If a line in the entries below includes the string "FileSystemLoader", copy it out.

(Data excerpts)
===
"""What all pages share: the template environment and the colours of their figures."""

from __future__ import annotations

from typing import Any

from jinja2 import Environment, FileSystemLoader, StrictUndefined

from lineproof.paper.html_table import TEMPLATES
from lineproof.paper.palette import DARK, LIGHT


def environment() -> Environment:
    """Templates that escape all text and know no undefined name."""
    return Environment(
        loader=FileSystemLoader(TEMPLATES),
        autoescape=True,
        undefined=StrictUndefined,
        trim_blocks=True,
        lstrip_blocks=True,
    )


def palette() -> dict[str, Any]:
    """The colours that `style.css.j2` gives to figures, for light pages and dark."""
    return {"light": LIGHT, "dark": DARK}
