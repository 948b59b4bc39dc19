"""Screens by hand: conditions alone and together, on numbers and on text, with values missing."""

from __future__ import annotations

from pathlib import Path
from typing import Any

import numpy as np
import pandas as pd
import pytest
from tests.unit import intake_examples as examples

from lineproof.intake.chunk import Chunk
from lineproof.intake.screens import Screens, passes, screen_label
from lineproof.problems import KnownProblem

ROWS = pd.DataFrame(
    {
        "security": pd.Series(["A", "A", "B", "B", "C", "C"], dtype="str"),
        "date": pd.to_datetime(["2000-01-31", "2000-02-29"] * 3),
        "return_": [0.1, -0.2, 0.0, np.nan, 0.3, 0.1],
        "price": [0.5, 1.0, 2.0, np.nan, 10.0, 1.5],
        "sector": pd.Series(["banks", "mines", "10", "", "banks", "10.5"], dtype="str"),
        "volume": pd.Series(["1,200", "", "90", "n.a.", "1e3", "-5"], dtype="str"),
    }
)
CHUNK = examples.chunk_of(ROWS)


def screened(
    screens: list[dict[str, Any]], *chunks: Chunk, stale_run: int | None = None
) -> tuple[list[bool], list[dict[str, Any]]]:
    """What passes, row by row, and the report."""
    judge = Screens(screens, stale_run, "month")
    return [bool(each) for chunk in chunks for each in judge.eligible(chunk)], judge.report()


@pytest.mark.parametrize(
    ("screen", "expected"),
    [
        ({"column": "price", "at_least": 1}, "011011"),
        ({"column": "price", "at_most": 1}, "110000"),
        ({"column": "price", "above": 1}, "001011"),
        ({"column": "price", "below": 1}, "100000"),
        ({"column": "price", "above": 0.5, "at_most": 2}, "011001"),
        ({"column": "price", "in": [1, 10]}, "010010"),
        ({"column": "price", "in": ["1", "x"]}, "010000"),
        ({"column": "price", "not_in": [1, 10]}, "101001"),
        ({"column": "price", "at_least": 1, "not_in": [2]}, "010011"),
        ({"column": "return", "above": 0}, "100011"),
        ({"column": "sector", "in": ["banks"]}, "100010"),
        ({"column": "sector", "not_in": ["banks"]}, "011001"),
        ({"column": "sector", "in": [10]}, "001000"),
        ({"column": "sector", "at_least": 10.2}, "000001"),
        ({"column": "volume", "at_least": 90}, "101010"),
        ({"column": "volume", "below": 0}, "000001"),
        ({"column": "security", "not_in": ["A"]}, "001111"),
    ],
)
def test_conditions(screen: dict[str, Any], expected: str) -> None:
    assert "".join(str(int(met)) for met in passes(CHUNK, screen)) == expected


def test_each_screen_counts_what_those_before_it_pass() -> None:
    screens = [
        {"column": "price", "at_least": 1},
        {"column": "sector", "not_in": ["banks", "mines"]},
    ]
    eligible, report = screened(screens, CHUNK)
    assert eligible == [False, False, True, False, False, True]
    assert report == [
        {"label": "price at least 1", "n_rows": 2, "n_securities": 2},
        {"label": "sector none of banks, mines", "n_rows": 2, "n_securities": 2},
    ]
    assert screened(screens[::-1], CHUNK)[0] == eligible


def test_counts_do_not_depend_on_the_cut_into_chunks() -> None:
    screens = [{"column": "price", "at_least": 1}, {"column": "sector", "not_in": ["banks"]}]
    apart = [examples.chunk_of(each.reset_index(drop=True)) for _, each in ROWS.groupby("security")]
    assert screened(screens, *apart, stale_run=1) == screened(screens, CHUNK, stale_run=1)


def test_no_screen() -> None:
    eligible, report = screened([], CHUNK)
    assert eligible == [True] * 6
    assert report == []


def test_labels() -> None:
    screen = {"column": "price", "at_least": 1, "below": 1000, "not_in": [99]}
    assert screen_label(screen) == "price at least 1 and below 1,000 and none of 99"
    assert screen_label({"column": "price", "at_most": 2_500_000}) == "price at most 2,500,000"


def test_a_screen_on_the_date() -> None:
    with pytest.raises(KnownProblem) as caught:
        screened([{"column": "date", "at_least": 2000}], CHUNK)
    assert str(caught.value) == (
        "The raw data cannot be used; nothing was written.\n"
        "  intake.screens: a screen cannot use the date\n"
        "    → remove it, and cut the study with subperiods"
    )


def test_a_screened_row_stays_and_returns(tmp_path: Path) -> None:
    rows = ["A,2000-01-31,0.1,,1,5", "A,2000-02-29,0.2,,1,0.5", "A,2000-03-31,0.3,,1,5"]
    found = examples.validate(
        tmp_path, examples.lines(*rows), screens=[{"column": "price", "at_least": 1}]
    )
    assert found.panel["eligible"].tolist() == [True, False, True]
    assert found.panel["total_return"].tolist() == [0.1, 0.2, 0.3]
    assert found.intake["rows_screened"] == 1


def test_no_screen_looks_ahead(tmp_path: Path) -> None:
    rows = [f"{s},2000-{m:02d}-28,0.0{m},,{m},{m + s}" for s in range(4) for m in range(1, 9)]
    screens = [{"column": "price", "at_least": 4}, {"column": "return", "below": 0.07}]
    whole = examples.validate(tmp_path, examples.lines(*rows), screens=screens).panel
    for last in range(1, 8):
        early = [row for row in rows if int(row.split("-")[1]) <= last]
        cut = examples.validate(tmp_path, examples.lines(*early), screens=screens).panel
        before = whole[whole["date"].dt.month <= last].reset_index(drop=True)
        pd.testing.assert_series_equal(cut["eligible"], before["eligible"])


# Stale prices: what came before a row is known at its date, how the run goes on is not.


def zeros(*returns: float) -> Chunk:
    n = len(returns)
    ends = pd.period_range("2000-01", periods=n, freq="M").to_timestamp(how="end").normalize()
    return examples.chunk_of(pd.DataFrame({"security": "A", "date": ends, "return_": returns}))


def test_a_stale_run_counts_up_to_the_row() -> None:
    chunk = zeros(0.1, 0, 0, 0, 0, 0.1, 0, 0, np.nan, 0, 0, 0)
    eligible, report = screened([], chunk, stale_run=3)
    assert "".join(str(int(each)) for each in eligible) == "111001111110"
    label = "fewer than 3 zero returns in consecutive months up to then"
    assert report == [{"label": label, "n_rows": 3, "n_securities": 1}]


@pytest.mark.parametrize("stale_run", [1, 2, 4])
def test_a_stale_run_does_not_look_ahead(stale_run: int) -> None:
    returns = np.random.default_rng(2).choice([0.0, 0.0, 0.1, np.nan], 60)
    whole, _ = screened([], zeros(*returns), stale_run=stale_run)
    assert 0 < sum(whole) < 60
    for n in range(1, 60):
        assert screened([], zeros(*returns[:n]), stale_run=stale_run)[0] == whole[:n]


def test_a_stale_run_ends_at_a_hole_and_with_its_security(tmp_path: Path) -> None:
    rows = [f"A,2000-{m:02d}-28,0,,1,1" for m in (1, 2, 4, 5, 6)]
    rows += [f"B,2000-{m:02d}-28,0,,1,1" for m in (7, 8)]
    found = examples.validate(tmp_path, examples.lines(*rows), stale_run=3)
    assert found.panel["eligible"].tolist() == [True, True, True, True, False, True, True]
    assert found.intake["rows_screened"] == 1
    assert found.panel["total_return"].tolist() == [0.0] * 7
===
» EXERCISE ANSWER:
from jinja2 import Environment, FileSystemLoader, StrictUndefined
        loader=FileSystemLoader(TEMPLATES),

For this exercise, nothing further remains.